Goal of the exercise >> Using the entries below, write out the line with "const signed = rows.map((row)", the line with "const coefficients = smallestWhole(solutions[0]", and every line in between, exactly as each is written.

Supplied information >>
>>>>
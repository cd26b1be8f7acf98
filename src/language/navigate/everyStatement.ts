import type { Statement } from "../syntax.js";

/** All statements in the order of the text, each before the lines that belong to it. */
export function* everyStatement(statements: readonly Statement[]): Generator<Statement> {
  for (const statement of statements) {
    yield statement;
    yield* everyStatement(statement.children);
  }
}
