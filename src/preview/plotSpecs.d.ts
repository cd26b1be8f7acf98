import type { Spec } from "vega";

declare global {
  /** Compiled by the build, which puts it in the bundle as plain data. */
  const plotSpecs: { readonly withStrip: Spec; readonly withoutStrip: Spec };
}
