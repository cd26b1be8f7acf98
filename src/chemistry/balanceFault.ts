import { type Fault, fault, replacement } from "../contract/problem.js";
import type { Fraction } from "../quantity/fraction.js";
import type { Balance, Imbalance } from "./balance.js";
import { elementName } from "./element.js";
import type { Equation, Term } from "./equation.js";

/**
 * The fault of an equation that does not balance, null where it does or cannot be checked. The mend replaces the whole
 * equation and keeps the writer's species, states and arrow. `text` is the one the equation was read from.
 */
export function balanceFault(equation: Equation, result: Balance, text: string): Fault | null {
  if (result.kind === "balanced" || result.kind === "unchecked") return null;
  const facts = inWords(result.differences);
  if (result.kind === "none") return fault("no-balance", { facts }, equation.span);
  if (result.kind === "many") return fault("many-balances", { facts }, equation.span);
  const mended = rewritten(equation, result.coefficients, text);
  return fault("unbalanced", { facts }, equation.span, [replacement(equation.span, mended)]);
}

/** The equation's text with other coefficients, in the order of its terms. */
function rewritten(equation: Equation, coefficients: readonly bigint[], text: string): string {
  const write = ({ span, speciesSpan }: Term, place: number): string => {
    const coefficient = coefficients[place] ?? 1n;
    const species = text.slice(speciesSpan.start, span.end);
    return coefficient === 1n ? species : `${coefficient} ${species}`;
  };
  const left = equation.left.map((term, place) => write(term, place));
  const right = equation.right.map((term, place) => write(term, equation.left.length + place));
  const arrow = text.slice(equation.arrowSpan.start, equation.arrowSpan.end);
  return `${left.join(" + ")} ${arrow} ${right.join(" + ")}`;
}

/** "Oxygen does not balance: 2 on the left, 3 on the right. Nor does hydrogen: 2 and 4." */
function inWords(differences: readonly Imbalance[]): string {
  return differences
    .map((difference, index) => {
      const left = sum(difference, difference.left);
      const right = sum(difference, difference.right);
      const name = difference.of === "charge" ? "charge" : elementName(difference.of);
      if (index > 0) return `Nor does ${name}: ${left} and ${right}.`;
      return `${name.charAt(0).toUpperCase()}${name.slice(1)} does not balance: ${left} on the left, ${right} on the right.`;
    })
    .join(" ");
}

/** Charges show their sign. */
function sum({ of }: Imbalance, { num, den }: Fraction): string {
  const size = `${num < 0n ? -num : num}${den === 1n ? "" : `/${den}`}`;
  if (num < 0n) return `-${size}`;
  return of === "charge" && num > 0n ? `+${size}` : size;
}
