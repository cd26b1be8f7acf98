import {
  type Fraction,
  fraction,
  greatestCommonDivisor,
  negative,
  over,
  plus,
  times,
  zero,
} from "../quantity/fraction.js";
import type { Equation, Term } from "./equation.js";
import type { Formula } from "./formula.js";
import { nullSpace } from "./nullSpace.js";
import { hasPositiveSum } from "./positiveSum.js";

/** What differs: the symbol of an element or "charge", and the sum over each side. */
export interface Imbalance {
  readonly of: string;
  readonly left: Fraction;
  readonly right: Fraction;
}

export type Balance =
  /** species without a formula: nothing can be said */
  | { readonly kind: "unchecked"; readonly species: readonly string[] }
  | { readonly kind: "balanced" }
  /** one set of smallest whole coefficients balances it: terms of the left, then of the right */
  | {
      readonly kind: "unbalanced";
      readonly differences: readonly Imbalance[];
      readonly coefficients: readonly bigint[];
    }
  /** no positive coefficients do */
  | { readonly kind: "none"; readonly differences: readonly Imbalance[] }
  /** several sets do, which are not multiples of each other */
  | { readonly kind: "many"; readonly differences: readonly Imbalance[] };

/**
 * Whether an equation balances in every element and in charge, by exact rational arithmetic, and if not, which
 * coefficients would do. `formulaOf` gives the formula of a species by its key, null where it has none.
 */
export function balance(equation: Equation, formulaOf: (key: string) => Formula | null): Balance {
  const terms = [...equation.left, ...equation.right];
  const formulas = terms.map((term) => term.formula ?? formulaOf(term.species));
  const bare = terms.filter((_, index) => formulas[index] === null).map(({ species }) => species);
  if (bare.length > 0) return { kind: "unchecked", species: [...new Set(bare)] };
  const known = formulas.filter((formula): formula is Formula => formula !== null);
  const conserved = [...new Set(known.flatMap(({ parts }) => [...parts.keys()])), "charge"];
  const rows = conserved.map((of) => known.map((formula) => count(formula, of)));
  const differences = conserved.flatMap((of, index) => difference(of, rows[index] ?? [], terms, equation.left.length));
  if (differences.length === 0) return { kind: "balanced" };
  const signed = rows.map((row) => row.map((value, place) => (place < equation.left.length ? value : negative(value))));
  const solutions = nullSpace(signed, terms.length);
  if (solutions.length === 1) {
    const coefficients = smallestWhole(solutions[0] ?? []);
    return coefficients === null ? { kind: "none", differences } : { kind: "unbalanced", differences, coefficients };
  }
  const kind = solutions.length === 0 || hasPositiveSum(solutions) === false ? "none" : "many";
  return { kind, differences };
}

function count(formula: Formula, of: string): Fraction {
  return fraction(BigInt(of === "charge" ? formula.charge : (formula.parts.get(of) ?? 0)));
}

function difference(of: string, row: readonly Fraction[], terms: readonly Term[], leftCount: number): Imbalance[] {
  const sides: [Fraction, Fraction] = [zero, zero];
  terms.forEach(({ coefficient: { num, den } }, index) => {
    const share = times(row[index] ?? zero, fraction(BigInt(num), BigInt(den)));
    const side = index < leftCount ? 0 : 1;
    sides[side] = plus(sides[side], share);
  });
  const [left, right] = sides;
  return left.num === right.num && left.den === right.den ? [] : [{ of, left, right }];
}

/** The vector in smallest whole numbers, all positive; null where signs are mixed or a species drops out. */
function smallestWhole(vector: readonly Fraction[]): bigint[] | null {
  const first = vector[0] ?? zero;
  if (first.num === 0n) return null;
  const ratios = vector.map((value) => over(value, first));
  if (ratios.some(({ num }) => num <= 0n)) return null;
  const multiple = ratios.reduce((all, { den }) => (all * den) / greatestCommonDivisor(all, den), 1n);
  const whole = ratios.map(({ num, den }) => (num * multiple) / den);
  const common = whole.reduce((all, value) => greatestCommonDivisor(all, value), 0n);
  return whole.map((value) => value / common);
}
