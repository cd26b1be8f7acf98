/** Makes the margin's line numbers buttons, and lets a click anywhere in a table's row count as one on its line. */
export function lineButtons(page: ParentNode): void {
  for (const span of page.querySelectorAll<HTMLElement>("span.line[data-line]")) {
    const button = document.createElement("button");
    button.type = "button";
    button.className = "line";
    button.dataset["line"] = span.dataset["line"] ?? "";
    button.textContent = span.textContent;
    button.title = "Go to this line of the description";
    span.replaceWith(button);
    button.closest("tr")?.classList.add("leads");
  }
}

/** The line that a click on this element leads to, from 1; null where it leads nowhere. */
export function lineAt(target: EventTarget | null): number | null {
  if (!(target instanceof Element)) return null;
  const button = target.closest("[data-line]") ?? target.closest("tr.leads")?.querySelector("[data-line]");
  const line = Number(button?.getAttribute("data-line"));
  return Number.isInteger(line) && line > 0 ? line : null;
}

/** Marks what came from the line of the cursor. */
export function markLine(page: ParentNode, line: number): void {
  for (const button of page.querySelectorAll("button.line")) {
    const here = button.getAttribute("data-line") === String(line);
    if (here) button.setAttribute("aria-current", "true");
    else button.removeAttribute("aria-current");
  }
}
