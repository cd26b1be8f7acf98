import type { Notation } from "../quantity/notation.js";
import { chargeText, printedFormula } from "./formula.js";
import { ionsOf } from "./handbook/dissociation.js";
import { anions, cations, otherIons } from "./handbook/ions.js";

/**
 * What a common strong acid, base or salt gives in water, as the hint beside it says: `gives 2 Na⁺ and S₂O₃²⁻`, of the
 * normal form of its formula; null where the handbook does not know it as one.
 */
export function ionHint(formula: string, notation: Notation): string | null {
  const ions = ionsOf(formula);
  if (ions === null) return null;
  const written = ions.map(({ key, count }) => {
    const ion = notation === "unicode" ? printedFormula(key) : key;
    return count === 1 ? ion : `${count} ${ion}`;
  });
  return `gives ${written.join(" and ")}`;
}

const named = [...cations, ...anions, ...otherIons];

/** English name of a common ion by its normal form, `SO4^2-`: sulfate; null where the handbook does not list it. */
export function ionName(key: string): string | null {
  return named.find(({ body, charge }) => body + chargeText(charge) === key)?.name ?? null;
}
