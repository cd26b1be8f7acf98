import type { PlotReading } from "../contract/previewProtocol.js";

/** Where values of a plot stand on the screen, px from the left and upper edge of its frame, and back. */
export interface PlotPlaces {
  readonly left: number;
  readonly right: number;
  readonly top: number;
  readonly bottom: number;
  x(t: number): number;
  y(signal: number): number;
  /** the time at a place, kept within the axis */
  time(x: number): number;
}

/** Farthest a pointer may be from a reading it means, px. */
const reach = 14;

/** The reading nearest to a place; null where none is near. */
export function readingNear(
  readings: readonly PlotReading[],
  places: PlotPlaces,
  [x, y]: readonly [x: number, y: number],
): PlotReading | null {
  let best: PlotReading | null = null;
  let least = reach * reach;
  for (const reading of readings) {
    const [dx, dy] = [places.x(reading.t) - x, places.y(reading.y) - y];
    const distance = dx * dx + dy * dy;
    if (distance > least) continue;
    least = distance;
    best = reading;
  }
  return best;
}
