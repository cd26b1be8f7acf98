import { type Edit, type Origin, problem } from "../../contract/problem.js";
import { failure, type Result, success } from "../../contract/result.js";
import { messageOf } from "../../contract/words.js";
import { type Bound, bind } from "../bind/bind.js";
import { speciesKey } from "../bind/resolveSpecies.js";
import { positionAt } from "../lineIndex.js";
import { parse } from "../parse.js";
import { parseLine } from "../parseLine.js";
import type { NameKind, Part } from "../shape.js";
import type { StatementRow } from "../statements.js";
import { everyStatement } from "./everyStatement.js";
import { type FoundName, nameAt } from "./names.js";
import { speciesMentions } from "./speciesMentions.js";

/**
 * The edits that give a thing another name everywhere in its description. Refused where the thing is a formula, where
 * the new name is malformed, is a connecting word or is taken, where a line with a mistake may hold the name, and where
 * the description would say something else afterwards.
 */
export function rename(bound: Bound, found: FoundName, name: string): Result<readonly Edit[]> {
  const { origin, kind } = found;
  if (found.formula) return failure(problem("rename-formula", { formula: found.name }, origin));
  if (name === found.name) return success([]);
  if (!isName(name)) return failure(problem("name-malformed", { name, what: kind }, origin));
  const taken = placeOfTaken(bound, found, name);
  if (taken !== null) {
    const line = positionAt(bound.parsed.index, taken.start).line + 1;
    return failure(problem("name-twice", { what: kind, name, line }, origin));
  }
  const unsure = brokenLineWith(bound, found);
  if (unsure !== null) return failure(problem("rename-unsure", { name: found.name, line: unsure }, origin));
  const edits = found.occurrences.map(({ origin: { start, end } }) => ({ start, end, text: name }));
  const why = whatChanges(bound, found, edits, name);
  return why === null ? success(edits) : failure(problem("rename-changes", { name, why }, origin));
}

/** Whether a word can be a name: the parser's own word for it. */
function isName(name: string): boolean {
  const { statements, fault } = parseLine(`run ${name}`);
  return fault === null && statements.length === 1 && statements[0]?.fields.get("run")?.text === name;
}

/** Where the name stands already for another thing of its kind; of columns, in the same runs. */
function placeOfTaken(bound: Bound, found: FoundName, name: string): Origin | null {
  if (found.kind === "species") {
    const declared = new Map(bound.study.species.map((species) => [species.key, species]));
    const key = speciesKey({ declared }, name);
    return speciesMentions(bound).find((mention) => mention.key === key || mention.key === name)?.origin ?? null;
  }
  const runs = new Set(found.runs);
  const other = bound.uses.find(
    (use) => use.kind === found.kind && use.name === name && (use.run === null || runs.has(use.run)),
  );
  return other?.origin ?? null;
}

/** The line, from 1, of a broken statement that could mean the thing by a word of its; null where there is none. */
function brokenLineWith({ parsed }: Bound, { name, kind, occurrences }: FoundName): number | null {
  const letters = "[\\p{L}\\p{N}_′-]";
  const word = new RegExp(`(?<!${letters})${name}(?!${letters})`, "gu");
  const known = new Set(occurrences.map(({ origin }) => origin.start));
  for (const { line, offset } of everyStatement(parsed.statements)) {
    if (line.fault === null || (line.row !== null && !mayHold(line.row, kind))) continue;
    const text = parsed.text.slice(offset + line.head.end, offset + line.span.end);
    for (const { index } of text.matchAll(word)) {
      if (!known.has(offset + line.head.end + index)) return positionAt(parsed.index, offset).line + 1;
    }
  }
  return null;
}

/** Whether a kind of line can name a thing of this kind. */
function mayHold(row: StatementRow, kind: NameKind): boolean {
  const holds = (part: Part): boolean => {
    if (part.part === "optional") return part.parts.some(holds);
    if (part.part === "either" || part.part === "any") return part.options.some((option) => option.some(holds));
    if (part.part === "list") return holds(part.of);
    if (part.part === "name") return part.of === kind;
    if (part.part === "run reference") return kind === "run";
    return kind === "species" && ["species", "equation", "orders"].includes(part.part);
  };
  return row.parts.some(holds);
}

/** What the description would say otherwise with the edits, in words; null where nothing. */
function whatChanges(bound: Bound, found: FoundName, edits: readonly Edit[], name: string): string | null {
  const { uri, text } = bound.parsed;
  let changed = text;
  for (const edit of edits.toReversed()) changed = changed.slice(0, edit.start) + edit.text + changed.slice(edit.end);
  const after = bind(parse(uri, changed));
  const left = bound.problems.map(({ code }) => code);
  for (const one of after.problems) {
    const at = left.indexOf(one.code);
    if (at < 0) return messageOf(one);
    left.splice(at, 1);
  }
  const again = nameAt(after, edits[0]?.start ?? 0);
  const same = again?.name === name && again.kind === found.kind && again.occurrences.length === edits.length;
  return same ? null : "One place of the name would not be read as it any more.";
}
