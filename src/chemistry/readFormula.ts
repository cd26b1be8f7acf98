import { type Fault, fault, replacement, type Span } from "../contract/problem.js";
import { fromSubscript, fromSuperscript, plainText } from "../quantity/plainText.js";
import { isFault } from "../quantity/shifted.js";
import { chargeAsked } from "./chargeAsked.js";
import { elementOf } from "./element.js";
import { chargeText, type Formula } from "./formula.js";
import { recased } from "./recased.js";

const partner: Readonly<Record<string, string>> = { "(": ")", "[": "]", "{": "}" };

/**
 * The formula at the start of `text`, and where it ends: nested brackets, hydrates (`·`, `.`, `*`; spaces around `·`), subscripts, charges
 * `^2-`, `²⁻`, `+`, `-`, `++`, isotopes D and T, the electron `e-`. A bare `+` with something right behind it is left
 * to the caller, who joins species by it. Refuses unknown symbols, and a digit before a bare sign, which has two
 * readings, and a share of a water (`·½H2O`). States are not part of it (`readSpecies`).
 */
export function readFormula(text: string): { formula: Formula; end: number } | Fault {
  const plain = fromSubscript(plainText(text));
  if (/^e(?:\^-|-(?!>)|⁻)(?![A-Za-z0-9])/.test(plain)) {
    return { formula: { parts: new Map(), charge: -1, text: "e^-" }, end: plain.startsWith("e^") ? 3 : 2 };
  }
  const body = bodyOf(plain);
  if (isFault(body)) return body;
  const written = plain.slice(0, body.end).replace(/ /g, "").replace(/[·*]/g, ".");
  const charge = chargeOf(plain, body.end, written);
  if (isFault(charge)) return charge;
  const formula = { parts: body.parts, charge: charge.charge, text: written + chargeText(charge.charge) };
  return { formula, end: charge.end };
}

interface Counted {
  readonly parts: Map<string, number>;
  readonly end: number;
}

/** Groups joined by hydrate dots. */
function bodyOf(text: string): Counted | Fault {
  const parts = new Map<string, number>();
  let at = 0;
  for (;;) {
    const count = at === 0 ? "" : (/^\d*/.exec(text.slice(at))?.[0] ?? "");
    const multiple = count === "" ? 1 : whole(count);
    if (multiple === null) return fault("formula-count", { count }, { start: at, end: at + count.length });
    const space = count !== "" && text.charAt(at + count.length) === " " ? 1 : 0;
    const group = groupOf(text, at + count.length + space, 0);
    if (isFault(group)) return group;
    add(parts, group.parts, multiple);
    at = group.end;
    const half = hydrateShare(text, at);
    if (half !== null) return half;
    const dot = /^(?:[·.*]| ?· ?)(?=\d* ?[A-Z([{])/.exec(text.slice(at))?.[0];
    if (dot === undefined) return { parts, end: at };
    at += dot.length;
  }
}

const shares: Readonly<Record<string, string>> = { "½": "1/2", "¼": "1/4", "¾": "3/4" };

/** The fault of a hydrate with a share of a water: twice (four times …) the formula has whole counts. */
function hydrateShare(text: string, at: number): Fault | null {
  const found = /^[·.*](½|¼|¾|\d{1,2}[./]\d{1,2})([A-Z][A-Za-z0-9]*)/.exec(text.slice(at));
  if (found === null) return null;
  const [all, share = "", water = ""] = found;
  const span = { start: 0, end: at + all.length };
  const [num = 0, den = 1] = (shares[share] ?? share).split("/").map(Number);
  const times = [2, 3, 4].find((factor) => Number.isInteger((num / den) * factor)) ?? 0;
  const body = text.slice(0, at);
  const count = (num / den) * times;
  if (times === 0 || count < 1 || /[·.*]/.test(body)) {
    return fault("hydrate-not-whole", { text: text.slice(0, span.end), mend: "" }, span);
  }
  const mend = `(${body})${times}·${count === 1 ? "" : count}${water}`;
  return fault("hydrate-not-whole", { text: text.slice(0, span.end), mend }, span, [replacement(span, mend)]);
}

/** Symbols and brackets, each with its count, from `from` up to what is neither. */
function groupOf(text: string, from: number, depth: number): Counted | Fault {
  const parts = new Map<string, number>();
  let at = from;
  for (;;) {
    const piece = depth > 10 ? fault("formula-too-deep", {}, { start: from - 1, end: from }) : pieceOf(text, at, depth);
    if (piece === null) break;
    if (isFault(piece)) return piece;
    const count = /^\d+/.exec(text.slice(piece.end))?.[0] ?? "";
    const multiple = count === "" ? 1 : whole(count);
    if (multiple === null)
      return fault("formula-count", { count }, { start: piece.end, end: piece.end + count.length });
    add(parts, piece.parts, multiple);
    at = piece.end + count.length;
  }
  return at === from ? nothing(text, from, depth) : { parts, end: at };
}

function pieceOf(text: string, at: number, depth: number): Counted | Fault | null {
  const sign = text.charAt(at);
  const close = partner[sign];
  if (close !== undefined) {
    if (/^\([a-z]/.test(text.slice(at))) return null;
    const inner = groupOf(text, at + 1, depth + 1);
    if (isFault(inner)) return inner;
    const bracket = { start: at, end: at + 1 };
    if (text.charAt(inner.end) !== close) return fault("formula-bracket", { bracket: sign }, bracket);
    return { parts: inner.parts, end: inner.end + 1 };
  }
  if (!/^[A-Za-z]/.test(sign)) return null;
  const two = /^[A-Z][a-z]/.exec(text.slice(at))?.[0];
  const symbol = two !== undefined && elementOf(two) !== null ? two : sign;
  const follows = text.charAt(at + symbol.length);
  if (elementOf(symbol) !== null && (symbol === two || !/[a-z]/.test(follows))) {
    return { parts: new Map([[symbol, 1]]), end: at + symbol.length };
  }
  return unknown(text, at);
}

/** The whole word is at fault: it may be a name that is not declared, or a formula in the wrong case. */
function unknown(text: string, at: number): Fault {
  const symbol = /^[A-Z]?[a-z]*/.exec(text.slice(at))?.[0] || text.charAt(at);
  const word = /^(?:[A-Za-z0-9[\]{}_′.·]|\((?![a-z])|(?<!\([a-z]*)\)|-(?=[A-Za-z0-9]))*/.exec(text)?.[0] ?? symbol;
  const span = { start: 0, end: Math.max(word.length, at + symbol.length) };
  const mends = recased(word).map((found) => replacement(span, found));
  const near = mends.map((mend) => mend.text).join(" or ");
  return fault("species-unknown", { word: text.slice(0, span.end), symbol, near }, span, mends);
}

function nothing(text: string, at: number, depth: number): Fault {
  if (depth > 0) return fault("formula-bracket", { bracket: text.charAt(at - 1) }, { start: at - 1, end: at });
  const word = /^[^\s+]*/.exec(text.slice(at))?.[0] ?? "";
  const end = at + word.length;
  return fault("formula-expected", { text: word === "" ? "" : `“${word.slice(0, 30)}”` }, { start: at, end });
}

/** The charge that stands at `at`, 0 where none does. */
function chargeOf(text: string, at: number, body: string): { charge: number; end: number } | Fault {
  const rest = text.slice(at);
  const caret = /^\^ ?\(?(?:([-+])(\d+)|(\d*)([-+]))\)?/.exec(rest);
  if (caret !== null)
    return sized(caret[1] ?? caret[4] ?? "+", caret[2] ?? caret[3] ?? "", { start: at, end: at + caret[0].length });
  const raised = /^[⁰¹²³⁴-⁹]*[⁺⁻]|^[⁺⁻][⁰¹²³⁴-⁹]+/.exec(rest);
  if (raised !== null) {
    const written = fromSuperscript(raised[0]);
    return sized(written.includes("-") ? "-" : "+", written.replace(/[-+]/, ""), {
      start: at,
      end: at + raised[0].length,
    });
  }
  const lost = /^\^\S{0,3}|^[⁰¹²³⁴-⁹]+/.exec(rest);
  if (lost !== null) {
    const span = { start: at, end: at + lost[0].length };
    const size = /^\^?(\d)$/.exec(fromSuperscript(lost[0]))?.[1];
    const mends = size === undefined ? [] : [replacement(span, `^${size}+`), replacement(span, `^${size}-`)];
    return fault("charge-unreadable", { body }, span, mends);
  }
  const bare = /^(?:\+{1,4}(?![A-Z0-9[{½a-z]|\((?![a-z]))|-{1,4}(?![A-Za-z0-9>])|-(?=->))/.exec(rest)?.[0] ?? "";
  if (bare === "") return { charge: 0, end: at };
  const digits = /\d+$/.exec(body)?.[0] ?? "";
  if (digits !== "" && !digits.endsWith("0")) return chargeAsked(body, digits, bare, at + bare.length);
  return { charge: bare.startsWith("-") ? -bare.length : bare.length, end: at + bare.length };
}

function sized(sign: string, digits: string, span: Span): { charge: number; end: number } | Fault {
  const size = digits === "" ? 1 : Number(digits);
  if (size > 99) return fault("formula-count", { count: digits }, span);
  return { charge: size === 0 ? 0 : sign === "-" ? -size : size, end: span.end };
}

function whole(digits: string): number | null {
  const count = Number(digits);
  return count >= 1 && digits.length <= 5 ? count : null;
}

function add(parts: Map<string, number>, more: ReadonlyMap<string, number>, multiple: number): void {
  for (const [symbol, count] of more) parts.set(symbol, (parts.get(symbol) ?? 0) + count * multiple);
}
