import { type Fraction, negative, plus, times } from "../quantity/fraction.js";

/**
 * Whether some weights make every component of Σ weight·vector positive, decided exactly by elimination of one weight
 * after the other (Fourier–Motzkin). `vectors` are few and short; null where the elimination grows beyond what is
 * worth the wait.
 */
export function hasPositiveSum(vectors: readonly (readonly Fraction[])[]): boolean | null {
  const width = vectors[0]?.length ?? 0;
  let inequalities = Array.from({ length: width }, (_, place) => vectors.map((vector) => vector[place] ?? none));
  for (let weight = 0; weight < vectors.length; weight++) {
    const sign = (row: readonly Fraction[]): bigint => row[weight]?.num ?? 0n;
    const above = inequalities.filter((row) => sign(row) > 0n);
    const below = inequalities.filter((row) => sign(row) < 0n);
    const rest = inequalities.filter((row) => sign(row) === 0n);
    const joined = above.flatMap((low) => below.map((high) => eliminate(low, high, weight)));
    inequalities = [...rest, ...joined];
    if (inequalities.length > 4000) return null;
  }
  return inequalities.length === 0;
}

const none: Fraction = { num: 0n, den: 1n };

/** The sum of two rows, scaled so that the weight drops out: both say "greater than zero", so does their sum. */
function eliminate(low: readonly Fraction[], high: readonly Fraction[], weight: number): Fraction[] {
  const a = low[weight] ?? none;
  const b = negative(high[weight] ?? none);
  return low.map((value, place) => plus(times(value, b), times(high[place] ?? none, a)));
}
<<<<
Task answer >>
  const signed = rows.map((row) => row.map((value, place) => (place < equation.left.length ? value : negative(value))));
  const solutions = nullSpace(signed, terms.length);
  if (solutions.length === 1) {
    const coefficients = smallestWhole(solutions[0] ?? []);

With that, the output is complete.